BD, 552933, BD Pharmingen™ PE Mouse Anti-Cleaved PARP (Asp214)

Reactivity: Human (QC Testing)
Isotype: Mouse IgG1, κ
Immunogen: Human cleaved PARP
Application: Intracellular staining (flow cytometry) (Routinely Tested)
Vol. Per Test: 20 µl
RRID: AB_647224
Storage Buffer: Aqueous buffered solution containing BSA and ≤0.09% sodium azide.
Regulatory Status: RUO
Preparation And Storage: Preparation And Storage The monoclonal antibody was purified from tissue culture supernatant or ascites by affinity chromatography. The antibody was conjugated with R-PE under optimum conditions, and unconjugated antibody and free PE were removed. Store undiluted at 4°C and protected from prolonged exposure to light. Do not freeze.

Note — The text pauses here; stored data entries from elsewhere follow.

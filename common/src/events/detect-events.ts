import { formatMonth, parseMonth } from '../series/month';
import { runningMean } from '../series/running-mean';
import { toFloat64 } from '../series/to-float64';
import type { MonthlySeries } from '../series/types';
import { roundHalfAway } from './round-half-away';
import { eventStrength, sustainedStrength, type EventStrength } from './strength';

/** Body of POST /api/analysis/events. */
export interface EventsInput {
  index: MonthlySeries;
  threshold?: number;
  minDuration?: number;
  smooth?: number;
  roundTo?: number;
  /**
   * How strength is classed: "peak" (default; the peak |value|, eventStrength) or "sustained" (the class
   * threshold met in ≥ 3 consecutive overlapping seasons, on rounded values when roundTo is set; sustainedStrength).
   */
  strengthRule?: 'peak' | 'sustained';
}

/** One warm or cold event. start, end and peak are months "YYYY-MM"; months is the run length. */
export interface EnsoEvent {
  phase: 'warm' | 'cold';
  start: string;
  end: string;
  peak: string;
  peakValue: number;
  months: number;
  strength: EventStrength;
}

/** Result of detectEvents(), in time order. */
export interface EventsOutput {
  events: EnsoEvent[];
}

/**
 * Warm and cold events in an index by the NOAA CPC Oceanic Niño Index rule: after optional
 * smoothing (centred running mean of `smooth` months, default 1 = none), an event is a maximal run
 * of at least `minDuration` (default 5) consecutive months at or above +threshold (warm) or at or
 * below −threshold (cold), threshold default 0.5. A missing month breaks a run. With `roundTo` = d
 * the values are compared after rounding to d decimals (roundHalfAway), as CPC's published table
 * is; the peak (largest |value|, first on ties, judged on unrounded values) reports the unrounded
 * smoothed value. strength follows eventStrength (common practice).
 */
export function detectEvents(req: EventsInput): EventsOutput {
  const threshold = req.threshold ?? 0.5;
  const minDuration = req.minDuration ?? 5;
  const start = parseMonth(req.index.start);
  const x = runningMean(toFloat64(req.index.values), req.smooth ?? 1);
  const events: EnsoEvent[] = [];
  let runStart = -1;
  let runPhase = 0;
  for (let i = 0; i <= x.length; i++) {
    const v = i < x.length ? x[i] : NaN;
    const c = v === v && req.roundTo !== undefined ? roundHalfAway(v, req.roundTo) : v;
    const phase = c >= threshold ? 1 : c <= -threshold ? -1 : 0;
    if (phase === runPhase && phase !== 0) continue;
    if (runPhase !== 0 && i - runStart >= minDuration) events.push(makeEvent(x, start, runStart, i - 1, runPhase, req));
    runPhase = phase;
    runStart = i;
  }
  return { events };
}

/** Builds the event for the run x[from..to] of the given phase (+1 warm, −1 cold). */
function makeEvent(x: Float64Array, start: number, from: number, to: number, phase: number, req: EventsInput): EnsoEvent {
  let peak = from;
  for (let i = from + 1; i <= to; i++) if (Math.abs(x[i]) > Math.abs(x[peak])) peak = i;
  return {
    phase: phase > 0 ? 'warm' : 'cold',
    start: formatMonth(start + from),
    end: formatMonth(start + to),
    peak: formatMonth(start + peak),
    peakValue: x[peak],
    months: to - from + 1,
    strength:
      req.strengthRule === 'sustained'
        ? sustainedStrength(x.subarray(from, to + 1), phase > 0 ? 1 : -1, { roundTo: req.roundTo })
        : eventStrength(Math.abs(x[peak])),
  };
}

Recommended Assay Procedures: Recommended Assay Procedures Camptothecin (an extract of the Chinese tree Camptotheca acuminata) is a potent inhibitor of topoisomerase I, a molecule required for DNA synthesis. Camptothecin has been shown to induce apoptosis in a dose dependent manner in vitro. Camptothecin is used at BD Biosciences Pharmingen as a general method for inducing apoptosis. Materials -1.0 µM stock solution of camptothecin (Sigma; Cat. No. C-9911) in DMSO. -Jurkat cell line (ATCC TIB-152), proliferating, at 1 x 10^6 cells/ml. -Either Cytofix/Cytoperm™ Fixation/Permeablization Kit (Cat. No. 554714) or Cytofix/Cytoperm™ solution (Cat. No. 554722) plus Perm/Wash™ buffer (Cat. No. 554723). Procedure 1.  Add camptothecin (4-6 mM final concentration) per 1 x 10^6 proliferating Jurkat cells. If desired, a control aliquot of untreated cells should also be prepared. 2.  Incubate the cells for 4 hours at 37°C. 3.  Wash the cells (camptothecin-treated and control aliquots) twice with cold PBS; then resuspend them in Cytofix/Cytoperm™ solution at 2 x 10^6 cells/ml. 4.  Incubate the cells for 20 minutes on ice. 5.  Pellet the cells, and aspirate and discard the Cytofix/Cytoperm™ solution. 6.  Wash the cells twice at room temperature with 0.5 ml Perm/Wash™ buffer per 1 x 10^6 cells, and discard the supernatants. 7.  Resuspend the cells in Perm/Wash™ buffer at 10 x 10^6 /ml. 8.  Aliquot test samples of 1 x 10^6 cells per 100-µl test. 9.  Add 20 µl antibody per test, and incubate for 30 minutes at room temperature. 10.  Wash each test in 1.0 ml Perm/Wash™ Buffer and discard the supernatant. 11.  Resuspend each test in 0.5 ml Perm/Wash™ Buffer and analyze by flow cytometry.